[Problem statement] Please restate each entry exactly, without skipping any.

[Records provided]

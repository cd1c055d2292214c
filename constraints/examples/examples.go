package examples

import (
	"embed"
	"io/fs"
	"path"
	"slices"
	"strings"

	"github.com/ohmfit/ohmfit/constraints"
)

//go:embed *.yaml
var files embed.FS

// Names returns the example names (file names without ".yaml"), sorted.
func Names() []string {
	entries, err := files.ReadDir(".")
	if err != nil {
		// The embedded directory always exists; an error is a build defect.
		panic(err)
	}
	var names []string
	for _, e := range entries {
		names = append(names, strings.TrimSuffix(e.Name(), ".yaml"))
	}
	slices.Sort(names)
	return names
}

// Get returns the text of the named example.
func Get(name string) ([]byte, bool) {
	if !slices.Contains(Names(), name) {
		return nil, false
	}
	data, err := files.ReadFile(path.Join(".", name+".yaml"))
	return data, err == nil
}

// Summary returns the named example's `name:` line as the template loader
// reads it, or "" when there is no such example.
func Summary(name string) string {
	data, ok := Get(name)
	if !ok {
		return ""
	}
	t, err := constraints.Parse(name+".yaml", data)
	if err != nil {
		return ""
	}
	return t.Name
}

// boards holds the built-in board files (boards/NAME.yaml) and the
// templates they name, which sit beside them (boards/NAME/*.yaml) so that
// they stay out of the template list.
//
//go:embed boards
var boards embed.FS

// BoardNames returns the built-in board names (boards/NAME.yaml without
// ".yaml"), sorted.
func BoardNames() []string {
	entries, err := boards.ReadDir("boards")
	if err != nil {
		// The embedded directory always exists; an error is a build defect.
		panic(err)
	}
	var names []string
	for _, e := range entries {
		if !e.IsDir() && strings.HasSuffix(e.Name(), ".yaml") {
			names = append(names, strings.TrimSuffix(e.Name(), ".yaml"))
		}
	}
	slices.Sort(names)
	return names
}

// Board returns the text of the named built-in board file.
func Board(name string) ([]byte, bool) {
	if !slices.Contains(BoardNames(), name) {
		return nil, false
	}
	return BoardFile(name + ".yaml")
}

// BoardFile returns a file of the built-in boards by its slash-separated
// path relative to the boards directory ("controller/rail-3v3.yaml"), as a
// built-in board names its templates. Paths that leave the directory are
// not found.
func BoardFile(rel string) ([]byte, bool) {
	p := path.Join("boards", rel)
	if !fs.ValidPath(rel) || !strings.HasPrefix(p, "boards/") {
		return nil, false
	}
	data, err := boards.ReadFile(p)
	return data, err == nil
}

[Answer to this exercise]
repository cd1c055d2292214c
filename constraints/examples/examples.go
package examples

import (
	"embed"
	"io/fs"
	"path"
	"slices"
	"strings"

	"github.com/ohmfit/ohmfit/constraints"
)

//go:embed *.yaml
var files embed.FS

// Names returns the example names (file names without ".yaml"), sorted.
func Names() []string {
	entries, err := files.ReadDir(".")
	if err != nil {
		// The embedded directory always exists; an error is a build defect.
		panic(err)
	}
	var names []string
	for _, e := range entries {
		names = append(names, strings.TrimSuffix(e.Name(), ".yaml"))
	}
	slices.Sort(names)
	return names
}

// Get returns the text of the named example.
func Get(name string) ([]byte, bool) {
	if !slices.Contains(Names(), name) {
		return nil, false
	}
	data, err := files.ReadFile(path.Join(".", name+".yaml"))
	return data, err == nil
}

// Summary returns the named example's `name:` line as the template loader
// reads it, or "" when there is no such example.
func Summary(name string) string {
	data, ok := Get(name)
	if !ok {
		return ""
	}
	t, err := constraints.Parse(name+".yaml", data)
	if err != nil {
		return ""
	}
	return t.Name
}

// boards holds the built-in board files (boards/NAME.yaml) and the
// templates they name, which sit beside them (boards/NAME/*.yaml) so that
// they stay out of the template list.
//
//go:embed boards
var boards embed.FS

// BoardNames returns the built-in board names (boards/NAME.yaml without
// ".yaml"), sorted.
func BoardNames() []string {
	entries, err := boards.ReadDir("boards")
	if err != nil {
		// The embedded directory always exists; an error is a build defect.
		panic(err)
	}
	var names []string
	for _, e := range entries {
		if !e.IsDir() && strings.HasSuffix(e.Name(), ".yaml") {
			names = append(names, strings.TrimSuffix(e.Name(), ".yaml"))
		}
	}
	slices.Sort(names)
	return names
}

// Board returns the text of the named built-in board file.
func Board(name string) ([]byte, bool) {
	if !slices.Contains(BoardNames(), name) {
		return nil, false
	}
	return BoardFile(name + ".yaml")
}

// BoardFile returns a file of the built-in boards by its slash-separated
// path relative to the boards directory ("controller/rail-3v3.yaml"), as a
// built-in board names its templates. Paths that leave the directory are
// not found.
func BoardFile(rel string) ([]byte, bool) {
	p := path.Join("boards", rel)
	if !fs.ValidPath(rel) || !strings.HasPrefix(p, "boards/") {
		return nil, false
	}
	data, err := boards.ReadFile(p)
	return data, err == nil
}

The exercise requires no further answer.